# Siglon Floating line



## KSUFLASH (Apr 14, 2004)

I know that you use the Siglon line for your centerpins, was wandering if anyone ever used it on any spinning gear before?

flash--------------------out


----------



## gotme1 (Jun 27, 2006)

I have it on one of my spinning reels and i haven't had any problems yet. I only used the reel a couple of times this fall ..... Works great on the pin.


----------



## KSUFLASH (Apr 14, 2004)

Thanks for the quick response. I am going to throw it on my Pfluger President reel tonight.

flash-------------------------------out


----------



## joel_fishes (Apr 26, 2004)

I use it on my spinning reels and like it. Keep in mind the pound test rating is actual break strength not diameter. You can't use 8# fluoro and 8# siglon together because the siglon will break first. I use 10# and 12# siglon as my main line, so that I can use 8# fluoro (and less) without breaking the siglon main line. The diameter of the siglon in those sizes is about the same as regular 8# line.

If you have any other questions, let me know.

Joel


----------



## fishon (Apr 20, 2004)

What size Pfleuger reel u usin, Flash on your set up.........

are you thinking of getiing a center pin set up??


Frank


----------



## KSUFLASH (Apr 14, 2004)

I can't remember the model on the reel. It's the step down from the largest one they had....It's like Model #20 or #30

Yeah, once I get bored with the spinning reel, i am headed to the pin.

flash-----------out


----------



## KSUFLASH (Apr 14, 2004)

I got my Siglon now. Will spool it up for Sunday.

flash-------------------out


----------



## archman (Apr 30, 2004)

I use Siglon. Just make sure you get a higher diameter than mono (ie. 6 lb siglon doesn't have the same strength as 6 lb mono). I love how it floats.


----------



## Shortdrift (Apr 5, 2004)

Been using Siglon on the spinning reel for two seasons now. Works great and stays limp in cold conditions. Pretty good perch and crappoe line too. Sensitivity is better than regular mono but notas good as braided.


----------



## GobyOneGnoby (Apr 21, 2004)

joel_fishes said:


> I use it on my spinning reels and like it. Keep in mind the pound test rating is actual break strength not diameter. You can't use 8# fluoro and 8# siglon together because the siglon will break first. I use 10# and 12# siglon as my main line, so that I can use 8# fluoro (and less) without breaking the siglon main line. The diameter of the siglon in those sizes is about the same as regular 8# line.
> 
> If you have any other questions, let me know.
> 
> Joel


Per usual, Joel is right on the money. You need to buy Siglon by the diameter, not the test rating. It is an IGFA rated line and has to break within a few % of the rating. If you compare the Siglon 12#, it is closer to the Trilene 6# XT in diameter.


----------



## Scott Mick (Oct 18, 2006)

I use it exclusively on my spinning outfits. You will notice memeory upon the first few casts, but don't worry about it, as it will quickly come out as the line retains some moisture after a few drifts. Good Luck.


----------



## fishon (Apr 20, 2004)

so Flash what is the out come????

do ya like it?


----------



## KSUFLASH (Apr 14, 2004)

Siglon works great!!!! 

The color is pleasing to the eye, it also lets me see the line on the water, it does float as well.

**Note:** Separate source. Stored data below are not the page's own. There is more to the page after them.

"""The checks, in the order in which their findings are told."""

from collections.abc import Callable

from quant.inspection import atmosphere, duplicates, files, noise, ordinate, outliers, shift, spread, values
from quant.inspection.finding import STOP, Finding
from quant.inspection.gather import leave_out
from quant.inspection.material import Material

Check = Callable[[Material], list[Finding]]

FIRST: tuple[Check, ...] = (
    files.check_readable,
    files.check_axes,
    files.check_quantities,
    files.check_recording,
    files.check_pairing,
    files.check_unmeasured,
    ordinate.check_quantity,
)
"""Checks of whether the spectra belong together at all."""

CHECKS: tuple[Check, ...] = (
    ordinate.check_opaque,
    ordinate.check_missing,
    ordinate.check_flattened,
    ordinate.check_high_absorbance,
    ordinate.check_negative,
    values.check_values,
    duplicates.check_duplicates,
    outliers.check_replicates,
    outliers.check_outlying,
    shift.check_shift,
    noise.check_spikes,
    noise.check_noise,
    atmosphere.check_atmosphere,
    spread.check_vary,
    spread.check_possible,
    spread.check_range,
    spread.check_together,
    spread.check_below_limit,
    spread.check_origin,
    spread.check_counts,
)
"""A check takes the material and returns findings. A new one is a function in the file of its theme and a line here."""


def run_checks(material: Material) -> list[Finding]:
    """Return the findings of all checks; spectra of another quantity would spoil the later ones, and are left out."""
    findings = [finding for check in FIRST for finding in check(material)]
    material = _without_other_quantity(material)
    findings += [finding for check in CHECKS for finding in check(material)]
    return [*findings, *_trouble(material)]


def _without_other_quantity(material: Material) -> Material:
    percent, turned = ordinate.other_quantity(material)
    odd = {material.sample_ids[i] for i in material.sample_index[percent | turned]}
    if not odd or odd.issuperset(material.calibration.sample_ids):
        return material
    return leave_out(material, odd)


def _trouble(material: Material) -> list[Finding]:
    if not material.trouble:
        return []
    return [
        Finding(
            gravity=STOP,
            code="preprocessing_fails",
            title="The recipe's preprocessing cannot be applied",
            samples=(),
            evidence=material.trouble,
            advice="Mend what this names, calibrating will refuse it; checks of processed spectra were left out.",
        )
    ]
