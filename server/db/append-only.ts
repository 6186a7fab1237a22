/** Tables whose rows are only ever added. The database rejects UPDATE, DELETE and TRUNCATE on them. */
export const appendOnlyTables = [
  'sign_offs', 'sign_off_readings', 'voids', 'second_checks', 'second_check_readings', 'disturbances', 'concessions',
  'not_disturbed_marks', 'releases', 'calibrations', 'calibration_points', 'calibration_readings', 'log_entries',
] as const
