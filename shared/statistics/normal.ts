/**
 * erfc(x) for x ≥ 0: the series of erf near zero, the continued fraction of erfc beyond. Both are carried until nothing
 * changes, so the result is good to a few units in 1e-15. Source: Abramowitz & Stegun 7.1.6 and 7.1.14 [memory].
 */
function upperErfc(x: number): number {
  const scale = Math.exp(-x * x) / Math.sqrt(Math.PI)
  if (x < 2) {
    let term = x
    let sum = x
    for (let n = 1; term > sum * 1e-17; n++) {
      term *= 2 * x * x / (2 * n + 1)
      sum += term
    }
    return 1 - 2 * scale * sum
  }
  let fraction = x
  for (let k = 120; k > 0; k--) fraction = x + k / 2 / fraction
  return scale / fraction
}

/** Probability that a standard normal variable is at most `x`. Absolute error below 1e-14. */
export function normalCdf(x: number): number {
  const tail = upperErfc(Math.abs(x) / Math.SQRT2) / 2
  return x > 0 ? 1 - tail : tail
}

/** Density of the standard normal distribution at `x`. */
export function normalPdf(x: number): number {
  return Math.exp(-x * x / 2) / Math.sqrt(2 * Math.PI)
}

/**
 * The value below which a standard normal variable lies with probability `p`, by halving: always safe, and good to
 * 1e-12 in the range anyone uses.
 * @throws RangeError when p is not strictly between 0 and 1.
 */
export function normalQuantile(p: number): number {
  if (!(p > 0 && p < 1)) throw new RangeError('A probability must lie between 0 and 1.')
  let low = -38
  let high = 38
  for (let i = 0; i < 60; i++) {
    const middle = (low + high) / 2
    if (normalCdf(middle) < p) low = middle
    else high = middle
  }
  return (low + high) / 2
}

/** Arithmetic mean. @throws RangeError when there are no values. */
export function mean(values: readonly number[]): number {
  if (values.length === 0) throw new RangeError('A mean needs at least one value.')
  return values.reduce((sum, value) => sum + value, 0) / values.length
}

/** Sample standard deviation (n − 1). @throws RangeError with fewer than two values. */
export function standardDeviation(values: readonly number[]): number {
  if (values.length < 2) throw new RangeError('A standard deviation needs at least two values.')
  const centre = mean(values)
  return Math.sqrt(values.reduce((sum, value) => sum + (value - centre) ** 2, 0) / (values.length - 1))
}
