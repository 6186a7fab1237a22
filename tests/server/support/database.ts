import { afterAll, beforeAll } from 'vitest'
import { closeDatabase, openDatabase } from '../../../server/db'
import { closeCounters, openCounters } from '../../../server/db/counters'

/** The test database's address, as the web server's role. */
export function databaseUrl(): string {
  const url = process.env.DATABASE_URL
  if (!url) throw new Error('Run server tests by `npm run test:server`: it makes their database.')
  return url
}

/** Opens the database for a file of tests, as the web server's role, and closes it after. */
export function useDatabase(): void {
  beforeAll(() => {
    // Each caller of the tests comes from an address of its own.
    process.env.JAMNUT_TRUST_PROXY = '1'
    process.env.JAMNUT_PIN_PEPPER ??= 'a pepper only for tests, thirty-two or more'
    process.env.NUXT_SESSION_PASSWORD ??= 'a session password only for tests, long enough'
    openDatabase(databaseUrl())
    openCounters(databaseUrl())
  })
  afterAll(async () => {
    await closeCounters()
    await closeDatabase()
  })
}
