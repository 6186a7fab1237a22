import { QueryTypes } from 'sequelize'
import { invalid } from '../refusal'
import { database } from './index'

/** A column a list can be sorted by: its SQL expression, never null and served by an index, and its type. */
export interface SortKey {
  sql: string
  type: 'text' | 'timestamptz' | 'date' | 'double precision' | 'integer'
}

export interface PageRequest {
  sort?: string | undefined
  limit: number
  cursor?: string | undefined
}

export interface Page<Row> {
  items: Row[]
  nextCursor: string | null
}

/** Conditions of a list, each with its values bound. */
export class Conditions {
  readonly bind: unknown[] = []
  private readonly parts: string[] = []

  /** Adds a condition; each `?` in it takes one value. */
  add(sql: string, ...values: unknown[]): this {
    let next = 0
    this.parts.push(sql.replaceAll('?', () => {
      this.bind.push(values[next])
      next += 1
      return `$${this.bind.length}`
    }))
    return this
  }

  /** Adds a condition only where there is something to ask for. */
  when<Value>(value: Value | undefined | null, sql: string, ...values: unknown[]): this {
    return value === undefined || value === null || value === '' ? this : this.add(sql, ...(values.length > 0 ? values : [value]))
  }

  get sql(): string {
    return this.parts.map(part => `(${part})`).join(' AND ')
  }
}

/** A LIKE pattern for "contains", with the wildcards people type taken literally. */
export const contains = (text: string) => `%${text.trim().replace(/[\\%_]/g, '\\$&')}%`

const encode = (sort: string, key: string, id: string) => Buffer.from(JSON.stringify([sort, key, id])).toString('base64url')

function decode(cursor: string, sort: string): { key: string, id: string } {
  const wrong = invalid([{ path: 'cursor', message: 'This is not a cursor of this list.' }])
  try {
    const parsed: unknown = JSON.parse(Buffer.from(cursor, 'base64url').toString('utf8'))
    if (!Array.isArray(parsed)) throw wrong
    const [of, key, id] = parsed
    if (of !== sort || typeof key !== 'string' || typeof id !== 'string' || !/^[0-9a-f-]{36}$/.test(id)) throw wrong
    return { key, id }
  } catch {
    throw wrong
  }
}

/**
 * One page of a list by keyset: the next page begins after the last row's key and id, at the same cost at any depth.
 * @param list.select the SQL from SELECT's columns on, without WHERE; rows need `id`
 * @param list.id the SQL of the row's id, unique, the last word on the order
 */
export async function page<Row extends object>(request: PageRequest, list: {
  select: string
  from: string
  id: string
  where: Conditions
  keys: Record<string, SortKey>
  defaultSort: string
}): Promise<Page<Row>> {
  const sort = request.sort ?? list.defaultSort
  const descending = sort.startsWith('-')
  const key = list.keys[descending ? sort.slice(1) : sort]
  if (!key) throw invalid([{ path: 'sort', message: 'This list cannot be sorted by that.' }])
  if (request.cursor !== undefined) {
    const after = decode(request.cursor, sort)
    list.where.add(`(${key.sql}, ${list.id}) ${descending ? '<' : '>'} (?::text::${key.type}, ?::uuid)`, after.key, after.id)
  }
  const direction = descending ? 'DESC' : 'ASC'
  const rows = await database().query<{ page_key: string, page_id: string } & Row>(
    `SELECT ${list.select}, (${key.sql})::text AS page_key, ${list.id} AS page_id FROM ${list.from} WHERE ${list.where.sql}
      ORDER BY ${key.sql} ${direction}, ${list.id} ${direction} LIMIT ${request.limit + 1}`,
    { bind: list.where.bind, type: QueryTypes.SELECT },
  ).catch((error: unknown) => {
    // A cursor whose key is not of the column's type was made up by the caller.
    if (request.cursor !== undefined && hasState(error, ['22P02', '22007', '22008', '22003'])) {
      throw invalid([{ path: 'cursor', message: 'This is not a cursor of this list.' }])
    }
    throw error
  })
  const items = rows.slice(0, request.limit)
  const last = items.at(-1)
  return { items, nextCursor: rows.length > request.limit && last ? encode(sort, last.page_key, last.page_id) : null }
}

function hasState(error: unknown, states: readonly string[]): boolean {
  const parent: unknown = typeof error === 'object' && error !== null && 'parent' in error ? error.parent : undefined
  return typeof parent === 'object' && parent !== null && 'code' in parent && states.includes(String(parent.code))
}
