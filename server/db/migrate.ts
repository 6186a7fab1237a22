import pg from 'pg'
import type { Sequelize } from 'sequelize'
import { Umzug, type UmzugStorage } from 'umzug'
import { connect } from './client'
import { grantWebRole } from './grants'
import { migrations } from './migrations/index'
import type { Migration } from './migrations/types'
import { appliedMigrations } from './pending'

/** Any number, as long as it is always this one: two runners at once take turns. */
const lockKey = 5_200_163

const remember = {
  up: 'INSERT INTO "SequelizeMeta" (name) VALUES (:name)',
  down: 'DELETE FROM "SequelizeMeta" WHERE name = :name',
}

/** One step and the note that it was taken, in one transaction: both are there or neither. */
async function take(sequelize: Sequelize, migration: Migration, way: 'up' | 'down') {
  await sequelize.transaction(async (transaction) => {
    await migration[way]({ query: sequelize.getQueryInterface(), transaction })
    await sequelize.query(remember[way], { transaction, replacements: { name: migration.name } })
  })
}

// The steps take the notes themselves.
const storage: UmzugStorage<Sequelize> = {
  executed: ({ context }) => appliedMigrations(context),
  logMigration: () => Promise.resolve(),
  unlogMigration: () => Promise.resolve(),
}

const runner = (sequelize: Sequelize) => new Umzug<Sequelize>({
  migrations: migrations.map(migration => ({
    name: migration.name,
    up: () => take(sequelize, migration, 'up'),
    down: () => take(sequelize, migration, 'down'),
  })),
  context: sequelize,
  storage,
  logger: undefined,
})

/** Runs `work` while no other runner does. The lock has a connection of its own, and ends with it. */
async function alone<Result>(ownerUrl: string, work: (sequelize: Sequelize) => Promise<Result>): Promise<Result> {
  const keeper = new pg.Client({ connectionString: ownerUrl })
  await keeper.connect()
  const sequelize = connect(ownerUrl, { max: 1 })
  try {
    await keeper.query('SELECT pg_advisory_lock($1)', [lockKey])
    await sequelize.query('CREATE TABLE IF NOT EXISTS "SequelizeMeta" (name varchar(255) PRIMARY KEY)')
    return await work(sequelize)
  } finally {
    await sequelize.close()
    await keeper.end()
  }
}

const names = (steps: { name: string }[]) => steps.map(step => step.name)

/**
 * Brings the database up to date, then sets the rights of the web server's role.
 * @param webRole its name; null where owner and server are one role
 * @returns the names of the migrations applied
 */
export function migrateUp(ownerUrl: string, webRole: string | null): Promise<string[]> {
  return alone(ownerUrl, async (sequelize) => {
    const applied = await runner(sequelize).up()
    if (webRole !== null) await grantWebRole(sequelize, webRole)
    return names(applied)
  })
}

/** Takes back the newest `count` migrations, data and all. @returns their names, newest first */
export function migrateDown(ownerUrl: string, count: number | 'all'): Promise<string[]> {
  return alone(ownerUrl, async (sequelize) => {
    const undone = await runner(sequelize).down(count === 'all' ? { to: 0 } : { step: count })
    return names(undone)
  })
}
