import { randomBytes } from 'node:crypto'
import type { Sequelize } from 'sequelize'
import { afterAll, beforeAll } from 'vitest'
import { connect } from '../../../server/db/client'
import { migrateUp } from '../../../server/db/migrate'
import { databaseUrl } from './database'

/** The test database's address, as the role that owns its tables. */
export function ownerUrl(): string {
  const url = process.env.DATABASE_OWNER_URL
  if (!url) throw new Error('Run server tests by `npm run test:server`: it makes their database.')
  return url
}

/** The name of the role that an address signs in as. */
export const roleOf = (url: string) => decodeURIComponent(new URL(url).username)

function within(url: string, schema: string): string {
  const address = new URL(url)
  address.searchParams.set('options', `-c search_path=${schema}`)
  return address.href
}

/** A schema of its own for a file of tests that locks, changes or drops whole tables; the others notice nothing. */
export interface Scratch {
  schema: string
  ownerUrl: string
  webUrl: string
  owner: Sequelize
  web: Sequelize
}

/** Makes a scratch schema before the tests of a file, migrated unless told not to be, and drops it after them. */
export function useScratch({ migrated = true } = {}): Scratch {
  const schema = `scratch_${randomBytes(5).toString('hex')}`
  const urls = { ownerUrl: within(ownerUrl(), schema), webUrl: within(databaseUrl(), schema) }
  const scratch = {
    schema, ...urls, owner: connect(urls.ownerUrl, { max: 2 }), web: connect(urls.webUrl, { max: 2 }),
  }
  beforeAll(async () => {
    await scratch.owner.query(`CREATE SCHEMA ${schema}`)
    if (migrated) await migrateUp(urls.ownerUrl, roleOf(urls.webUrl))
  })
  afterAll(async () => {
    await scratch.web.close()
    await scratch.owner.query(`DROP SCHEMA ${schema} CASCADE`)
    await scratch.owner.close()
  })
  return scratch
}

The memory on the line is slim to null after you get a few casts in and get the memory out of it from when it was in the box.

All in all, I can't complain. I will keep it on my steelhead spinning gear.

flash----------------------------------out


----------



## fishon (Apr 20, 2004)

Thank you....Good tho hear that ya like it... i think im gonna buy it now... i was usin iron silk...

what color did you buy and for what reason?


----------